# A few new shots



## Bloodbelly (Jun 15, 2004)

Hope you like them.
Too bad the second one is out of focus, the snake moved a bit.


----------



## massabsamurai (Mar 12, 2009)

I really like the 1st and 2nd shots. Submit them for POTM


----------



## Mettle (Dec 29, 2003)

The last shot is awesome.
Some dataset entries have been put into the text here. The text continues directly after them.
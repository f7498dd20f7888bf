#ifndef CONVELOPE_CORRELATIONS_NATURAL_VERTICAL_PLATE_HPP
#define CONVELOPE_CORRELATIONS_NATURAL_VERTICAL_PLATE_HPP

#include "convelope/correlations/natural/thin_layer.hpp"
#include "convelope/correlations/natural/vertical_plate_local.hpp"
#include "convelope/kinds.hpp"

namespace convelope {
inline namespace v0 {

/// A vertical plate in a fluid at rest. Ra and Gr are on the height (or on the distance from the
/// leading edge) and |T_wall - T_ambient|. Film properties; a gas's expansion coefficient at the
/// ambient temperature.
namespace vertical_plate {

/// Mean Nusselt number, isothermal wall, one formula through laminar and turbulent flow.
/// Nu = {0.825 + 0.387 Ra^(1/6) / [1 + (0.492/Pr)^(9/16)]^(8/27)}^2
/// Range: 0.1 <= Ra <= 1e12, all Pr. Scatter not stated. Below 1e9 the laminar form is nearer to
/// theory (in air this one is 18 % above it at 1e8).
/// Source: Churchill and Chu 1975, Int. J. Heat Mass Transfer 18, 1323-1329.
struct churchill_chu_1975
    : correlation<churchill_chu_1975, nusselt_of<height>, rayleigh_of<height>, prandtl_number> {
  static constexpr const char* id = "vertical-plate/churchill-chu-1975";
  static constexpr const char* quantity = "Nu";
  static constexpr reference source{"S. W. Churchill, H. H. S. Chu", 1975,
                                    "Int. J. Heat Mass Transfer 18, 1323-1329", known::quoted,
                                    "texts use it for all Ra, or only from 1e9 to 1e12"};
  static constexpr auto envelope =
      within(limit<rayleigh_of<height>>(0.1, 1e12), limit<prandtl_number>(0.0, unbounded));
  static constexpr double scatter = not_stated;
  static constexpr state_rule state_at = state_rule::film;

  template <scalar T>
  CONVELOPE_FUNCTION static constexpr T formula(const T& Ra, const T& Pr) {
    return square(T(0.825 + 0.387 * power<1, 6>(Ra) *
                                power<-8, 27>(detail::thin_layer::prandtl_bracket(0.492, Pr))));
  }
};

/// Mean Nusselt number, isothermal wall, laminar.
/// Nu = 0.68 + 0.670 Ra^(1/4) / [1 + (0.492/Pr)^(9/16)]^(4/9)
/// Range: 0.1 <= Ra <= 1e9, all Pr. Scatter not stated; from 1e7 on within 2.5 % of the
/// similarity solution for Pr >= 0.7.
/// Source: Churchill and Chu 1975, Int. J. Heat Mass Transfer 18, 1323-1329.
struct churchill_chu_laminar_1975 : correlation<churchill_chu_laminar_1975, nusselt_of<height>,
                                                rayleigh_of<height>, prandtl_number> {
  static constexpr const char* id = "vertical-plate/churchill-chu-laminar-1975";
  static constexpr const char* quantity = "Nu";
  static constexpr reference source{
      "S. W. Churchill, H. H. S. Chu", 1975, "Int. J. Heat Mass Transfer 18, 1323-1329",
      known::quoted, "0.663 and Ra <= 1e8 are misprints in circulation; theory gives 0.6703"};
  static constexpr auto envelope =
      within(limit<rayleigh_of<height>>(0.1, 1e9), limit<prandtl_number>(0.0, unbounded));
  static constexpr double scatter = not_stated;
  static constexpr state_rule state_at = state_rule::film;

  template <scalar T>
  CONVELOPE_FUNCTION static constexpr T formula(const T& Ra, const T& Pr) {
    return T(0.68 + 0.670 * power<1, 4>(Ra) *
                        power<-4, 9>(detail::thin_layer::prandtl_bracket(0.492, Pr)));
  }
};

/// Mean Nusselt number, uniform heat flux, laminar and turbulent: Nu = q H/(k dT) with dT, also in
/// Ra, the wall's excess at mid height.
/// Nu = {0.825 + 0.387 Ra^(1/6) / [1 + (0.437/Pr)^(9/16)]^(8/27)}^2
/// Range: 0.1 <= Ra <= 1e12, all Pr. Scatter not stated. Properties at the film temperature of mid
/// height.
/// Source: Churchill and Chu 1975, Int. J. Heat Mass Transfer 18, 1323-1329.
struct churchill_chu_isoflux_1975 : correlation<churchill_chu_isoflux_1975, nusselt_of<height>,
                                                rayleigh_of<height>, prandtl_number> {
  static constexpr const char* id = "vertical-plate/churchill-chu-isoflux-1975";
  static constexpr const char* quantity = "Nu";
  static constexpr reference source{
      "S. W. Churchill, H. H. S. Chu", 1975, "Int. J. Heat Mass Transfer 18, 1323-1329",
      known::quoted, "texts also use the isothermal form with the mid-height excess"};
  static constexpr auto envelope =
      within(limit<rayleigh_of<height>>(0.1, 1e12), limit<prandtl_number>(0.0, unbounded));
  static constexpr double scatter = not_stated;
  static constexpr state_rule state_at = state_rule::film;

  template <scalar T>
  CONVELOPE_FUNCTION static constexpr T formula(const T& Ra, const T& Pr) {
    return square(T(0.825 + 0.387 * power<1, 6>(Ra) *
                                power<-8, 27>(detail::thin_layer::prandtl_bracket(0.437, Pr))));
  }
};

/// Mean Nusselt number, uniform heat flux, laminar; dT at mid height.
/// Nu = 0.68 + 0.670 Ra^(1/4) / [1 + (0.437/Pr)^(9/16)]^(4/9)
/// Range: 0.1 <= Ra <= 1e9, all Pr. Scatter not stated. Properties at the film temperature of mid
/// height. Theory for Pr -> inf gives 0.6697 in place of 0.670.
/// Source: Churchill and Chu 1975, Int. J. Heat Mass Transfer 18, 1323-1329.
struct churchill_chu_isoflux_laminar_1975
    : correlation<churchill_chu_isoflux_laminar_1975, nusselt_of<height>, rayleigh_of<height>,
                  prandtl_number> {
  static constexpr const char* id = "vertical-plate/churchill-chu-isoflux-laminar-1975";
  static constexpr const char* quantity = "Nu";
  static constexpr reference source{"S. W. Churchill, H. H. S. Chu", 1975,
                                    "Int. J. Heat Mass Transfer 18, 1323-1329", known::computed,
                                    "the pairing of 0.68 and 0.670 with 0.437 is remembered"};
  static constexpr auto envelope =
      within(limit<rayleigh_of<height>>(0.1, 1e9), limit<prandtl_number>(0.0, unbounded));
  static constexpr double scatter = not_stated;
  static constexpr state_rule state_at = state_rule::film;

  template <scalar T>
  CONVELOPE_FUNCTION static constexpr T formula(const T& Ra, const T& Pr) {
    return T(0.68 + 0.670 * power<1, 4>(Ra) *
                        power<-4, 9>(detail::thin_layer::prandtl_bracket(0.437, Pr)));
  }
};

/// Mean Nusselt number, isothermal wall, laminar; gases and ordinary liquids.
/// Nu = 0.59 Ra^(1/4)
/// Range: 1e4 <= Ra <= 1e9. No Pr in it: 15 % above laminar theory at Pr 0.71, 3.5 % below at
/// Pr 7.
/// Source: McAdams 1954, Heat Transmission, 3rd ed.
struct mcadams_laminar_1954
    : correlation<mcadams_laminar_1954, nusselt_of<height>, rayleigh_of<height>> {
  static constexpr const char* id = "vertical-plate/mcadams-laminar-1954";
  static constexpr const char* quantity = "Nu";
  static constexpr reference source{"W. H. McAdams", 1954, "Heat Transmission, 3rd ed.",
                                    known::quoted};
  static constexpr auto envelope = within(limit<rayleigh_of<height>>(1e4, 1e9));
  static constexpr double scatter = not_stated;
  static constexpr state_rule state_at = state_rule::film;

  template <scalar T>
  CONVELOPE_FUNCTION static constexpr T formula(const T& Ra) {
    return T(0.59 * power<1, 4>(Ra));
  }
};

/// Mean Nusselt number, isothermal wall, turbulent; gases and ordinary liquids.
/// Nu = 0.13 Ra^(1/3)
/// Range: 1e9 <= Ra <= 1e12. Scatter not stated; the same place is taken by 0.10 elsewhere, 30 %
/// lower. churchill_chu_1975 tends to 0.105 in air and 0.133 in water.
/// Source: McAdams 1954, Heat Transmission, 3rd ed.
struct mcadams_turbulent_1954
    : correlation<mcadams_turbulent_1954, nusselt_of<height>, rayleigh_of<height>> {
  static constexpr const char* id = "vertical-plate/mcadams-turbulent-1954";
  static constexpr const char* quantity = "Nu";
  static constexpr reference source{"W. H. McAdams", 1954, "Heat Transmission, 3rd ed.",
                                    known::recalled,
                                    "upper limit printed 1e12 or 1e13, 1e12 taken; 1e13 goes with "
                                    "Bayley's 0.10"};
  static constexpr auto envelope = within(limit<rayleigh_of<height>>(1e9, 1e12));
  static constexpr double scatter = not_stated;
  static constexpr state_rule state_at = state_rule::film;

  template <scalar T>
  CONVELOPE_FUNCTION static constexpr T formula(const T& Ra) {
    return T(0.13 * cbrt(Ra));
  }
};

/// Mean Nusselt number, isothermal wall, laminar and turbulent, with a thick layer at low Ra.
/// Nu_T = C_l Ra^(1/4), C_l = 0.671 / [1 + (0.492/Pr)^(9/16)]^(4/9);
/// Nu_l = 2.0/ln(1 + 2.0/Nu_T);
/// Nu_t = C_t Ra^(1/3) / (1 + 1.4e9 Pr/Ra), C_t = 0.13 Pr^0.22 / (1 + 0.61 Pr^0.81)^0.42;
/// Nu = (Nu_l^6 + Nu_t^6)^(1/6)
/// Range: 0.1 <= Ra <= 1e12, all Pr. Scatter not stated.
/// Source: Raithby and Hollands 1998, in Rohsenow, Hartnett, Cho (eds), Handbook of Heat Transfer,
/// 3rd ed., ch. 4.
struct raithby_hollands_1998
    : correlation<raithby_hollands_1998, nusselt_of<height>, rayleigh_of<height>, prandtl_number> {
  static constexpr const char* id = "vertical-plate/raithby-hollands-1998";
  static constexpr const char* quantity = "Nu";
  static constexpr reference source{"G. D. Raithby, K. G. T. Hollands", 1998,
                                    "Handbook of Heat Transfer, 3rd ed., ch. 4", known::recalled};
  static constexpr auto envelope =
      within(limit<rayleigh_of<height>>(0.1, 1e12), limit<prandtl_number>(0.0, unbounded));
  static constexpr double scatter = not_stated;
  static constexpr state_rule state_at = state_rule::film;

  template <scalar T>
  CONVELOPE_FUNCTION static constexpr T formula(const T& Ra, const T& Pr) {
    const T thin = T(detail::thin_layer::laminar_coefficient(Pr) * power<1, 4>(Ra));
    const T laminar = detail::thin_layer::thickened(T(2.0), thin);
    const T C_t = T(0.13 * power<11, 50>(Pr) * power<-21, 50>(T(1.0 + 0.61 * power<81, 100>(Pr))));
    const T turbulent = T(C_t * cbrt(Ra) * Ra / (Ra + 1.4e9 * Pr));
    return joined<6>(laminar, turbulent);
  }
};

}  // namespace vertical_plate
}  // namespace v0
}  // namespace convelope

#endif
I love those wide-wide-wide ones.


----------



## No0dles (Dec 16, 2003)

defintiely POTM







nice snake! dont they eat other rattlesnakes? also dont they have a bad temper and are very defensive?


----------



## His Majesty (Apr 5, 2005)

1st and last shot are really good. captures the snake nicely

how big is he? love his sandy goldy color to him. looks real pretty.
what type of snake is he?

thanks for sharing


----------



## Bloodbelly (Jun 15, 2004)

No0dles said:


> 1st and last shot are really good. captures the snake nicely
> 
> how big is he? love his sandy goldy color to him. looks real pretty.
> what type of snake is he?
> ...


The big one is 5 feet long, the smaller one is 4 feet long.
A bullsnake is a constricting type of snake.
It feeds on mice, rats and other small rodents.
Occasionally they will also feed on frogs, lizards and small birds.


----------



## His Majesty (Apr 5, 2005)

oh cool. never come across bullsnakes but then again im not a reptile buff.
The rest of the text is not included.